Bal: Dann dürfen sie nicht mit Badeanzug ins Schwimmbad gehen, wenn Männer dabei sind.

 

Warum ist es in der Religion des Islam unangebracht, als Frau in einem Badeanzug in ein öffentliches Schwimmbad zu gehen?

Bal: Das kann ich so nicht sagen. Wenn man nach dem Koran leben will, dann muss man sich daran halten.

Aydin: Wichtig ist vor allem: Wenn eine Frau im Freibad einen Bikini trägt, muss ein Mann sie trotzdem genauso respektieren wie eine verhüllte Frau. Wenn wir uns generell nach dem, was Allah sagt, richten würden, dann würden wir allen Lebewesen mit Warmherzigkeit begegnen. Allah hat uns Menschen erschaffen, damit wir uns friedlich begegnen, auch anderen Religionen. Es reicht, wenn wir uns nach dem Koran richten und ihn praktizieren. Wenn man sagt, ich bin Muslim, aber kenne den Inhalt des Korans nicht und richte mich nur nach meiner Kultur, dann wird das nicht zusammenpassen. Wenn man sich nicht an den Koran hält, dann entstehen vielleicht Hass und Unfrieden.

 

Hass entsteht auch, wenn bestimmte Prediger den Inhalt des Korans gewaltvoll interpretieren. Beschäftigt Sie das Thema Radikalisierung eigentlich auch hier in Pfaffenhofen bei der Jugendarbeit in ihrer Gemeinde?

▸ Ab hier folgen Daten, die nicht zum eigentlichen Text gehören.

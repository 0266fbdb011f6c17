"""Tree transforms with exact inverses: binarization (with markovization) and unary collapsing.

    unbinarize(binarize(t, ...)) == t        expand_unary(collapse_unary(t, ...)) == t

Reserved characters (chosen because no treebank tag set uses them; a label that already holds one
makes the transform raise ValueError instead of producing a tree it could not undo):

- `UNARY_SEP` "¦" (U+00A6, broken bar) joins a collapsed unary chain: (S (VP ...)) -> (S¦VP ...).
- `PARENT_SEP` "ˆ" (U+02C6, modifier circumflex) adds ancestors for vertical markovization
  (parent annotation, Johnson 1998, "PCFG Models of Linguistic Tree Representations"):
  NP under S becomes NPˆS at v=2, NPˆSˆROOT at v=3.
- `BIN_MARK` "¤" (U+00A4, currency sign) starts every intermediate node made by binarization,
  followed by the (annotated) parent label and its horizontal context: "¤NP¤DT¤JJ". Undoing
  only needs the mark; the context is there to split (or merge) grammar symbols.

All transforms are iterative, so trees thousands of levels deep are fine.
"""

from __future__ import annotations

from typing import Callable, Iterable, Literal

from treewright.trees import Child, Tree
from treewright.corpus.walk import rebuild

UNARY_SEP = "\u00a6"
PARENT_SEP = "\u02c6"
BIN_MARK = "\u00a4"


def _check_labels(tree: Tree, reserved: str, action: str) -> None:
    for node in tree.subtrees():
        if any(ch in node.label for ch in reserved):
            raise ValueError(f"cannot {action}: label {node.label!r} already contains a reserved "
                             f"character ({', '.join(repr(c) for c in reserved)})")


def _child_label(child: Child) -> str:
    # A word child adds an empty entry to the context: words are not grammar symbols.
    return "" if isinstance(child, str) else child.label


def binarize(tree: Tree, factor: Literal["right", "left"] = "right",
             horizontal: int | None = None, vertical: int = 1) -> Tree:
    """A binary-branching copy of `tree` (nodes with more than two children are factored).

    factor: "right" nests new nodes to the right, X -> c0 (¤X c1 ... ck); "left" to the left,
        X -> (¤X c0 ... ck-1) ck.
    horizontal: the horizontal markovization order h, the number of the original children's
        labels an intermediate node remembers (the first h it covers when right-factored, the
        last h when left-factored); None (default) remembers all of them, 0 none.
    vertical: the vertical order v; every phrase below the root (preterminals excluded) is
        annotated with its v-1 nearest ancestors' labels. 1 (default) adds nothing.
    """
    if factor not in ("right", "left"):
        raise ValueError(f"factor must be 'right' or 'left', got {factor!r}")
    if horizontal is not None and horizontal < 0:
        raise ValueError(f"horizontal must be >= 0 or None, got {horizontal}")
    if vertical < 1:
        raise ValueError(f"vertical must be >= 1, got {vertical}")
    _check_labels(tree, PARENT_SEP + BIN_MARK, "binarize")

    annotated: dict[int, str] = {}
    stack: list[tuple[Tree, tuple[str, ...]]] = [(tree, ())]
    while stack:  # top-down: each node learns its ancestors' original labels
        node, ancestors = stack.pop()
        label = node.label
        if ancestors and not node.is_preterminal():
            label = PARENT_SEP.join((label,) + ancestors[:vertical - 1])
        annotated[id(node)] = label
        below = (node.label,) + ancestors
        stack.extend((c, below) for c in node.children if isinstance(c, Tree))

    def context(base: str, labels: list[str]) -> str:
        if horizontal is not None:
            labels = labels[:horizontal] if factor == "right" else labels[len(labels) - horizontal:]
        return BIN_MARK.join([BIN_MARK + base] + labels)

    def visit(node: Tree, kids: list[Child]) -> list[Child]:
        label = annotated[id(node)]
        if len(kids) <= 2:
            return [Tree(label, kids)]
        names = [_child_label(c) for c in node.children]
        if factor == "right":
            inner = Tree(context(label, names[-2:]), kids[-2:])
            for i in range(len(kids) - 3, 0, -1):
                inner = Tree(context(label, names[i:]), [kids[i], inner])
            return [Tree(label, [kids[0], inner])]
        inner = Tree(context(label, names[:2]), kids[:2])
        for i in range(2, len(kids) - 1):
            inner = Tree(context(label, names[:i + 1]), [inner, kids[i]])
        return [Tree(label, [inner, kids[-1]])]

    return rebuild(tree, visit)[0]  # type: ignore[return-value]


def unbinarize(tree: Tree) -> Tree:
    """Undo `binarize`: splice out every node whose label starts with BIN_MARK and drop the
    parent annotation (everything from the first PARENT_SEP)."""
    if tree.label.startswith(BIN_MARK):
        raise ValueError(f"the root {tree.label!r} is an intermediate binarization node")

    def visit(node: Tree, kids: list[Child]) -> list[Child]:
        if node.label.startswith(BIN_MARK):
            return kids
        return [Tree(node.label.split(PARENT_SEP, 1)[0], kids)]

    return rebuild(tree, visit)[0]  # type: ignore[return-value]


def collapse_unary(tree: Tree, keep_preterminals: bool = True) -> Tree:
    """Join every chain of single-child phrases into one node labeled "A¦B¦C".

    keep_preterminals: True (default) leaves a preterminal out of the chain, so (NP (N ferry))
    stays as it is and tags remain visible; False gives (NP¦N ferry).
    """
    _check_labels(tree, UNARY_SEP, "collapse unary chains")

    def visit(node: Tree, kids: list[Child]) -> list[Child]:
        if len(kids) == 1 and isinstance(kids[0], Tree):
            child = kids[0]
            if not (keep_preterminals and child.is_preterminal()):
                return [Tree(node.label + UNARY_SEP + child.label, child.children)]
        return [Tree(node.label, kids)]

    return rebuild(tree, visit)[0]  # type: ignore[return-value]


def expand_unary(tree: Tree) -> Tree:
    """Undo `collapse_unary`: a label "A¦B¦C" becomes the chain A -> B -> C."""
    def visit(node: Tree, kids: list[Child]) -> list[Child]:
        names = node.label.split(UNARY_SEP)
        out = Tree(names[-1], kids)
        for name in reversed(names[:-1]):
            out = Tree(name, [out])
        return [out]

    return rebuild(tree, visit)[0]  # type: ignore[return-value]


def has_transform_marks(labels: Iterable[str]) -> bool:
    """True if any of `labels` (a grammar's symbols, or a tree's labels) carries a mark of
    `binarize`, `collapse_unary` or parent annotation: a grammar estimated from a treebank."""
    return any(mark in label for label in labels for mark in (BIN_MARK, UNARY_SEP, PARENT_SEP))


def treebank_form(tree: Tree, relabel: Callable[[str], str] | None = None,
                  treebank: bool | None = None) -> Tree:
    """A decoded tree in the form of the treebank its grammar was read from: every label mapped
    by `relabel` (a refined grammar's subcategory `NAME·k` -> `NAME`, so that a joined chain's
    subcategory does not stick to its last label), then the chains split (`expand_unary`) and
    the binarization nodes spliced out (`unbinarize`). `treebank` says whether the grammar was
    estimated from `binarize`d and `collapse_unary`d trees (`has_transform_marks` of its
    symbols), so that every tree of one grammar is written alike; None decides from the tree's
    own labels. Other trees (an induced grammar's) come back as they are, and so does a tree
    whose root is a binarization node, which has no treebank form."""
    if treebank is None:
        treebank = has_transform_marks(node.label for node in tree.subtrees())
    if not treebank or tree.label.startswith(BIN_MARK):
        return tree
    if relabel is not None:
        def rename(node: Tree, kids: list[Child]) -> list[Child]:
            return [Tree(relabel(node.label), kids)]

        tree = rebuild(tree, rename)[0]  # type: ignore[assignment]
    return unbinarize(expand_unary(tree))


def insert_words(tree: Tree, words: list[str], kept: list[bool], tags: list[str]) -> Tree:
    """`tree` over the kept words of a sentence, with the others put back as preterminals
    (`tags[i]` over `words[i]`), so that it covers `words` again.

    A left-out word goes between the two children of the lowest node that holds its kept
    neighbours on either side (before or after the whole tree at the sentence's edges), so every
    bracket of `tree` keeps its kept words and gains only left-out words inside it: removing
    them again (as evaluation removes punctuation) gives back `tree`'s brackets exactly. This is
    how a grammar trained without some tags (`data.drop_tags`) parses a sentence that has them.
    The tree's own leaves are replaced by the kept words, in order.
    """
    positions = [i for i, keep in enumerate(kept) if keep]           # kept word -> position
    if len(positions) != len(tree):
        raise ValueError(f"the tree has {len(tree)} words, the sentence {len(positions)} kept")
    indexed = tree.with_leaves([str(k) for k in range(len(positions))])
    span: dict[int, tuple[int, int]] = {}                            # id(node) -> kept range

    def between(a: int, b: int) -> list[Child]:
        return [Tree(tags[i], [words[i]]) for i in range(a, b)]

    def visit(node: Tree, kids: list[Child]) -> list[Child]:
        out: list[Child] = []
        first = last = -1
        for kid in kids:
            if isinstance(kid, str):
                lo = hi = int(kid)
                kid = words[positions[lo]]
            else:
                lo, hi = span[id(kid)]
            if last >= 0:
                out.extend(between(positions[last] + 1, positions[lo]))
            else:
                first = lo
            out.append(kid)
            last = hi
        new = Tree(node.label, out)
        span[id(new)] = (first, last)
        return [new]

    top = rebuild(indexed, visit)[0]
    assert isinstance(top, Tree)
    if top.is_preterminal() and len(positions) < len(words):
        top = Tree(top.label, [top])  # one kept word: its tag gets the others beside it
    top.children[:0] = between(0, positions[0])
    top.children.extend(between(positions[-1] + 1, len(words)))
    return top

Bal: Hassprediger sind Nichtswisser, die mit der Religion und dem Koran nichts zu tun haben. Hier in der Pfaffenhofener Gemeinde gibt es keinen Anlass für Prävention. Hier gibt es nur Menschen, die friedlich ihre Religion ausleben wollen. Ich bin selbst seit über zehn Jahren hier und wir haben eine gute Verbindung zur Stadt und auch zur nicht-muslimischen Gemeinde.

 

Das Gespräch führte

Desirée Brenner.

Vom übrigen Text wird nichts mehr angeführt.